First, download and extract the corpus.
$ cd /path/to/anserini
$ mkdir collections/msmarco-passage
$ wget https://www.dropbox.com/s/9f54jg2f71ray3b/collectionandqueries.tar.gz -P collections/msmarco-passage
$ tar xvfz collections/msmarco-passage/collectionandqueries.tar.gz -C collections/msmarco-passage
$ python tools/scripts/msmarco/convert_collection_to_jsonl.py \
--collection-path collections/msmarco-passage/collection.tsv \
--output-folder collections/msmarco-passage/collection_jsonl
Now we will build the Lucene index.
Note that we do not enable -storeContents
, -storeRaw
, or -storePositions
to keep the index minimal.
Keeping an index small helps speed up search queries.
$ cd /path/to/anserini
$ mvn clean package appassembler:assemble -e
$ sh target/appassembler/bin/IndexCollection -threads 9 -collection JsonCollection \
-generator DefaultLuceneDocumentGenerator -input collections/msmarco-passage/collection_jsonl \
-index indexes/msmarco-passage/lucene-index-msmarco -storeDocvectors
Upon completion, we should have an index with 8,841,823 documents
Now lets upload the index files to S3.
$ cd /path/to/anserini
$ export INDEX_BUCKET=$(aws cloudformation describe-stacks --stack-name msmarco --query "Stacks[0].Outputs[?OutputKey=='IndexBucketName'].OutputValue" --output text)
$ aws s3 cp indexes/msmarco-passage/lucene-index-msmarco/ s3://$INDEX_BUCKET/msmarco/ --recursive
A quick check here is to make sure the bucket exists on the console, and has a sub-directory msmarco
and inside that you have all the index files.
To import the corpus into DynamoDB, use the ImportCollection
util.
You may first run the command with -dryrun
option to perform validation and sanity check without writing to DynamoDB.
If everything goes well in the dryrun, you can write the document contents to DynamoDB.
With Provisioned
Read/Write capacity it takes a bit longer (~ 1.5 - 2 hours) as compared to on-demand but costs negligible as it is under the free tier.
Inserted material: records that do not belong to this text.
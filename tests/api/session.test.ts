// Sign-in, sign-out, the uniform refusal, CSRF, rate limit, cookies and headers.
// Sources: OWASP Authentication Cheat Sheet ("Authentication and Error Messages": the same generic
// answer whether the user ID or the password was wrong); OWASP Cross-Site Request Forgery
// Prevention Cheat Sheet ("Signed Double-Submit Cookie"); OWASP Session Management Cheat Sheet
// (HttpOnly, SameSite, idle and absolute timeouts, new session ID at sign-in); RFC 6585 section 4
// (429 Too Many Requests); RFC 6265bis (SameSite=Lax).
import { afterAll, beforeAll, describe, expect, it } from 'vitest';
import { abilityFromRules } from '../../shared/abilities';
import { sessionResponseSchema } from '../../shared/schemas/auth';
import { errorBodySchema } from '../../shared/schemas/errors';
import { SqliteSessionStore } from '../../server/services/sessionStore';
import { DEMO_USERS, startTestServer, type TestServer } from '../helpers/testServer';
import { ApiClient } from './apiClient';

let srv: TestServer;
beforeAll(async () => {
  // A small limit keeps the rate-limit test quick; the production default (10 / 15 min) is checked below.
  srv = await startTestServer({ config: { signInRateLimit: { max: 3, windowMs: 60_000 } } });
});
afterAll(() => srv?.close());

const admin = DEMO_USERS.find((u) => u.role === 'admin')!;
const analyst = DEMO_USERS.find((u) => u.role === 'analyst')!;

describe('sign-in', () => {
  it('signs in every demo user and returns user, rules and a new CSRF token', async () => {
    for (const u of DEMO_USERS) {
      const c = new ApiClient(srv.url);
      const before = await c.fetchCsrf();
      const res = await c.signIn(u.email, u.password);
      expect(res.status).toBe(200);
      const body = sessionResponseSchema.parse(res.body);
      expect(body.user).toMatchObject({ email: u.email, name: u.name, role: u.role });
      // The token is bound to the new session: it changes at sign-in.
      expect(body.csrfToken).not.toBe(before);
      // The rules rebuild into an ability that allows reading one's own account.
      expect(abilityFromRules(body.rules as never).can('read', 'Account')).toBe(true);
      const again = await c.get('/api/session');
      expect(again.status).toBe(200);
      expect(again.body.user.id).toBe(body.user.id);
    }
  });

  it('accepts the e-mail in any case and with spaces around it', async () => {
    const c = new ApiClient(srv.url);
    expect((await c.signIn(`  ${analyst.email.toUpperCase()} `, analyst.password)).status).toBe(200);
  });

  it('sets an httpOnly, SameSite=Lax session cookie and gives a new session id at sign-in', async () => {
    const c = new ApiClient(srv.url);
    const first = await c.signIn(admin.email, admin.password);
    const cookie = first.setCookies.find((s) => s.startsWith('tocsin.sid='))!;
    expect(cookie).toMatch(/HttpOnly/i);
    expect(cookie).toMatch(/SameSite=Lax/i);
    expect(cookie).not.toMatch(/;\s*Secure/i); // not production: plain http must work locally
    expect(cookie).toMatch(/Expires=/i); // idle expiry travels with the cookie
    const sid1 = c.cookies.get('tocsin.sid');
    await c.signIn(admin.email, admin.password);
    expect(c.cookies.get('tocsin.sid')).not.toBe(sid1);
  });

  it('gives the identical answer for a wrong password, an unknown e-mail and a deactivated user', async () => {
    const adminClient = new ApiClient(srv.url);
    await adminClient.signIn(admin.email, admin.password);
    const created = await adminClient.request('POST', '/api/users', {
      body: { email: 'gone@hspdo.example', name: 'Pell Orrin', role: 'reviewer', password: 'a-long-enough-password' },
    });
    expect(created.status).toBe(201);
    expect((await adminClient.request('PATCH', `/api/users/${created.body.id}`, { body: { active: false } })).status).toBe(200);

    const answers = [];
    for (const [email, password] of [
      [analyst.email, 'not-the-password'],
      ['nobody@hspdo.example', 'not-the-password'],
      ['gone@hspdo.example', 'a-long-enough-password'],
    ]) {
      const res = await new ApiClient(srv.url).signIn(email, password);
      answers.push({ status: res.status, body: res.text });
    }
    expect(answers[0].status).toBe(401);
    expect(errorBodySchema.parse(JSON.parse(answers[0].body)).error.code).toBe('invalid_credentials');
    expect(answers[1]).toEqual(answers[0]);
    expect(answers[2]).toEqual(answers[0]);
  });

  it('refuses a malformed body with 400 and the fields in details', async () => {
    const res = await new ApiClient(srv.url).request('POST', '/api/session', { body: { email: '', extra: 1 } });
    expect(res.status).toBe(400);
    expect(res.body.error.code).toBe('validation');
    const paths = res.body.error.details.issues.map((i: { path: string }) => i.path);
    expect(paths).toContain('email');
    expect(paths).toContain('password');
  });
});

describe('sign-out', () => {
  it('ends the session (204) and the old cookie no longer works', async () => {
    const c = new ApiClient(srv.url);
    await c.signIn(analyst.email, analyst.password);
    const stolen = c.cookieHeader();
    const out = await c.request('DELETE', '/api/session');
    expect(out.status).toBe(204);
    expect((await c.get('/api/session')).status).toBe(401);
    // Replaying the cookie from before sign-out: the server-side session is gone.
    const replay = await fetch(`${srv.url}/api/session`, { headers: { cookie: stolen } });
    expect(replay.status).toBe(401);
  });

  it('is harmless when not signed in', async () => {
    expect((await new ApiClient(srv.url).request('DELETE', '/api/session')).status).toBe(204);
  });
});

describe('CSRF', () => {
  it('refuses state-changing requests without the header, with a wrong one, or without the cookie', async () => {
    const c = new ApiClient(srv.url);
    await c.signIn(admin.email, admin.password);
    const body = { name: 'Renamed' };
    const id = (await c.get('/api/session')).body.user.id;

    const noHeader = await c.request('PATCH', `/api/users/${id}`, { body, csrf: false });
    expect(noHeader.status).toBe(403);
    expect(noHeader.body.error.code).toBe('csrf');

    const wrong = await c.request('PATCH', `/api/users/${id}`, { body, csrf: 'x'.repeat(64) + '.' + 'y'.repeat(64) });
    expect(wrong.status).toBe(403);
    expect(wrong.body.error.code).toBe('csrf');

    const noCookie = await fetch(`${srv.url}/api/users/${id}`, {
      method: 'PATCH',
      headers: { 'content-type': 'application/json', 'x-csrf-token': c.csrfToken!, cookie: `tocsin.sid=${c.cookies.get('tocsin.sid')}` },
      body: JSON.stringify(body),
    });
    expect(noCookie.status).toBe(403);

    // A token from the anonymous phase is not valid for the signed-in session.
    const anon = new ApiClient(srv.url);
    const anonToken = await anon.fetchCsrf();
    const foreign = await c.request('PATCH', `/api/users/${id}`, { body, csrf: anonToken });
    expect(foreign.status).toBe(403);

    // With the right token it goes through.
    expect((await c.request('PATCH', `/api/users/${id}`, { body: { name: admin.name } })).status).toBe(200);
  });

  it('protects sign-in too', async () => {
    const res = await new ApiClient(srv.url).request('POST', '/api/session', { body: { email: admin.email, password: admin.password }, csrf: false });
    expect(res.status).toBe(403);
    expect(res.body.error.code).toBe('csrf');
  });

  it('does not need a token for GET', async () => {
    const c = new ApiClient(srv.url);
    await c.signIn(admin.email, admin.password);
    expect((await fetch(`${srv.url}/api/users`, { headers: { cookie: c.cookieHeader() } })).status).toBe(200);
  });
});

describe('rate limit', () => {
  it('answers 429 after too many failed attempts for one e-mail, even with the right password, and not for another e-mail', async () => {
    const c = new ApiClient(srv.url);
    const reviewer = DEMO_USERS.find((u) => u.role === 'reviewer')!;
    for (let i = 0; i < 3; i++) expect((await c.signIn(reviewer.email, 'wrong-password')).status).toBe(401);
    const blocked = await c.signIn(reviewer.email, reviewer.password);
    expect(blocked.status).toBe(429);
    expect(blocked.body.error.code).toBe('rate_limited');
    // Another e-mail from the same client is counted separately.
    const liaison = DEMO_USERS.find((u) => u.role === 'liaison')!;
    expect((await c.signIn(liaison.email, liaison.password)).status).toBe(200);
  });

  it('defaults to 10 attempts per 15 minutes', async () => {
    const { loadConfig } = await import('../../server/config');
    expect(loadConfig({}).signInRateLimit).toEqual({ max: 10, windowMs: 15 * 60 * 1000 });
  });
});

describe('headers and errors', () => {
  it('sends helmet security headers and no x-powered-by', async () => {
    const res = await fetch(`${srv.url}/api/health`);
    expect(res.headers.get('content-security-policy')).toContain("default-src 'self'");
    expect(res.headers.get('x-content-type-options')).toBe('nosniff');
    expect(res.headers.get('x-frame-options')).toBe('SAMEORIGIN');
    expect(res.headers.get('x-powered-by')).toBeNull();
    const body = await res.json();
    expect(body.status).toBe('ok');
    expect(body.version).toMatch(/^\d+\.\d+\.\d+/);
    expect(Number.isNaN(Date.parse(body.time))).toBe(false);
  });

  it('answers unknown /api paths with JSON 404 and no stack trace', async () => {
    for (const [method, path] of [
      ['GET', '/api/definitely/not/here'],
      ['POST', '/api/health'],
      ['DELETE', '/api/users'],
    ]) {
      const res = await new ApiClient(srv.url).request(method, path, { body: method === 'GET' ? undefined : {} });
      expect(res.status).toBe(404);
      expect(res.headers.get('content-type')).toMatch(/application\/json/);
      expect(errorBodySchema.parse(res.body).error.code).toBe('not_found');
      expect(res.text).not.toMatch(/at .*\.(ts|js):\d+/);
    }
  });

  it('answers malformed JSON with 400 and no stack trace', async () => {
    const res = await new ApiClient(srv.url).request('POST', '/api/session', { rawBody: '{"email":' });
    expect(res.status).toBe(400);
    expect(res.body.error.code).toBe('bad_request');
    expect(res.text).not.toMatch(/at .*\.(ts|js):\d+/);
  });
});

describe('session expiry (store)', () => {
  // 2 h idle and 12 h absolute, the figures agreed for Tocsin; OWASP Session Management Cheat
  // Sheet recommends both an idle and an absolute timeout (values are an application choice).
  it('expires after 2 h idle and after 12 h in any case', async () => {
    let now = Date.UTC(2031, 0, 1);
    const store = new SqliteSessionStore(srv.db, srv.config.session, () => now);
    const get = (sid: string) => new Promise<unknown>((resolve, reject) => store.get(sid, (err, s) => (err ? reject(err) : resolve(s))));
    const sess = { cookie: { originalMaxAge: null }, userId: 1, signedInAt: now } as never;
    store.set('idle-test', sess);
    now += 2 * 3_600_000 - 1000;
    expect(await get('idle-test')).not.toBeNull();
    store.touch('idle-test', sess);
    now += 2 * 3_600_000 - 1000; // active, but idle less than 2 h each time
    expect(await get('idle-test')).not.toBeNull();
    now += 2000 + 2 * 3_600_000;
    expect(await get('idle-test')).toBeNull();

    now = Date.UTC(2031, 0, 2);
    const busy = { cookie: { originalMaxAge: null }, userId: 1, signedInAt: now } as never;
    store.set('absolute-test', busy);
    for (let h = 1; h < 12; h++) {
      now += 3_600_000;
      store.touch('absolute-test', busy);
      expect(await get('absolute-test')).not.toBeNull();
    }
    now += 3_600_000; // 12 h after sign-in although never idle
    expect(await get('absolute-test')).toBeNull();
  });
});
A quick check here would be to check using the console that the DYNAMO_TABLE
actually has its Read/Write capacity set to "provisioned" and not "on-demand", to avoid incurring unnecessary costs. We tested with the default fields that were assigned under the provisioned option.
$ cd /path/to/anlessini
$ export DYNAMO_TABLE=$(aws cloudformation describe-stacks --stack-name msmarco --query "Stacks[0].Outputs[?OutputKey=='DynamoTableName'].OutputValue" --output text)
$ utils/target/appassembler/bin/ImportCollection \
-collection JsonCollection -generator DefaultLuceneDocumentGenerator \
-dynamo.table $DYNAMO_TABLE \
-threads 8 -input path/to/anserini/collections/msmarco-passage
Now we can try invoking our function:
$ export API_URL=$(aws cloudformation describe-stacks --stack-name msmarco --query "Stacks[0].Outputs[?OutputKey=='SearchApiUrl'].OutputValue" --output text)
$ curl $API_URL\?query\=America\&max_docs\=3
For a complex sentence-based query try:
$ curl $API_URL\?query\=What%20is%20the%20capital%20of%20France%20?\&max_docs\=3 # replacing spaces with %20
A few initial curl
requests may time out due to AWS API gateway's 30 second limit (serverless/serverless#3171) but the consistency should pick up after a few requests.